Alta Partners LLP (“Alta Partners”) is a venture capital firm that invests in life sciences, funding over 130 companies in the industry since 1996. Alta Partners’ investment philosophy is based on being long-term investors and the belief that it is critical to be a value-added investor by actively working with portfolio company management teams to help build market-leading companies. Alta Partners has been an active investor in the Company for over eight years, having initially invested in the Company in connection with the Company’s pre-IPO series C preferred stock financing in May 2001. Alix Marduel, M.D., a former Managing Director of Alta Partners, served on the Board from 2001 until June 2008, at which point she resigned, and Edward E. Penhoet, Ph.D., a Director of Alta Partners, joined the Board. Dr. Penhoet resigned from the Board effective January 5, 2010 due to time constraints associated with his appointment as a member of President Obama’s Council of Advisors on Science and Technology.

B. Non-Affiliated Selling Stockholders.

The remaining Selling Stockholders (collectively, the “Non-Affiliated Holders”) include various persons and entities who do not have the power to direct or cause the direction of the management of the Company.3 Ingalls & Snyder Value Partners, L.P., Thomas O. Boucher, Robert L. Gipson and Thomas L. Gipson (collectively, “Ingalls”) collectively own 5.6% of the outstanding Common Stock and 6.6% of the Diluted Shares Outstanding. Federated Kaufmann Fund, Federated Kaufmann Small Cap Fund, American Skandia Trust and Federated Kaufmann Fund II (collectively, “Federated”) collectively own 4.5% of the outstanding Common Stock and 5.3% of the Diluted Shares Outstanding. George H. Conrades (including shares held by Pelmea, L.P., “Conrades”) owns 2.8% of the outstanding Common Stock and 2.9% of the Diluted Shares Outstanding.
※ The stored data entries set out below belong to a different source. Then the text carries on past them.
/// Expires old observations and blends the layer over the current hour's
/// historical speeds of `snap`.
fn blend_layer(
    snap: &BlendBase,
    layer: &mut LiveLayer,
    now: DateTime<Utc>,
    p: BlendParams,
) -> Result<Blended, String> {
    layer.expire(now, p.ttl);
    let newest = layer.newest_observed_at();
    let hour = crate::serving::speeds::hour_of_week(now, p.tz);
    let base = match &snap.historical {
        Some(h) => h.speeds_for_hour(&snap.free_flow_kmh, hour),
        None => snap.free_flow_kmh.to_vec(),
    };
    let mut blended = Vec::new();
    blend_into(&base, layer, now, p.half_life, p.ttl, &mut blended)
        .map(|stats| (blended, stats, newest))
        .map_err(|e| e.to_string())
}

fn age_s(now: DateTime<Utc>, t: DateTime<Utc>) -> f64 {
    ((now - t).num_milliseconds() as f64 / 1000.0).max(0.0)
}

type Loaded = (Region, EdgeIndex, Option<HistoricalProfile>, Option<String>);

/// Loads a region's artifact and its historical table (saved state first,
/// then the configured file). A bad historical table does not fail the
/// load: the region serves free-flow for the historical tier and the note
/// says why.
fn load_region(cfg: &RegionConfig, settings: &UpdateSettings) -> Result<Loaded, String> {
    let art = Artifact::load(&cfg.artifact).map_err(|e| e.to_string())?;
    let region = Region::from_artifact(art);
    let index = EdgeIndex::new(&region.graph);
    let mut note = None;
    let saved = historical_state_path(cfg);
    let historical = match load_historical(&saved, &index, &settings.validation) {
        Ok(Some((p, _))) => Some(p),
        Ok(None) => match &cfg.historical {
            Some(path) => match read_table(path, &index, &settings.validation) {
                Ok(p) => Some(p),
                Err(e) => {
                    note = Some(format!("historical table not loaded: {e}"));
                    None
                }
            },
            None => None,
        },
        Err(e) => {
            note = Some(format!("saved historical table not restored: {e}"));
            None
        }
    };
    Ok((region, index, historical, note))
}

fn read_table(
    path: &Path,
    index: &EdgeIndex,
    v: &ValidationConfig,
) -> Result<HistoricalProfile, String> {
    let bytes = std::fs::read(path).map_err(|e| format!("{}: {e}", path.display()))?;
    HistoricalProfile::parse(&bytes, index, v)
        .map(|(p, _)| p)
        .map_err(|e| format!("{}: {e}", path.display()))
}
Each of the other 17 Non-Affiliated Holders owns less than one percent of the Diluted Shares Outstanding and collectively own less than four percent of the outstanding Common Stock and the Diluted Shares Outstanding.

 

 

(3) The Non-Affiliated Holders consist of Ingalls (as hereinafter defined), Federated (as hereinafter defined), George H. Conrades, Pelmea LP, Alexander Casdin, David E. Shaw, Black Point Group LP, Douglas G. DeVivo, Vaughn D. Bryson, Steven D. Pruett, VP Company Investments 2008, LLC, the Alan C. and Agnes B. Mendelson Family Trust, Wells Fargo Bank, N.A. FBO SHV Profit Sharing Plan FBO Diane J. Naar, Wells Fargo Bank, N.A. FBO SHV Profit Sharing Plan FBO Yu-Ying Chen, Wells Fargo Bank, N.A. FBO SHV Profit Sharing Plan FBO Patricia Tom (Post), Wells Fargo Bank, N.A. FBO SHV Profit Sharing Plan FBO Robert Yin, Steven D. Singleton, Joseph C. Cook, III and Byron W. Smith. VP Company Investments 2008, LLC and the Alan C. and Agnes B. Mendelson Family Trust are affiliated with partners of Latham & Watkins LLP. Each of VP Company Investments 2008, LLC and the Alan C. and Agnes B. Mendelson Family Trust owns 41,693 shares of Common Stock and 6,861 warrants to purchase shares of Common Stock, or 0.07% of the outstanding Common Stock and 0.07% of the Diluted Shares Outstanding, as of November 16, 2009.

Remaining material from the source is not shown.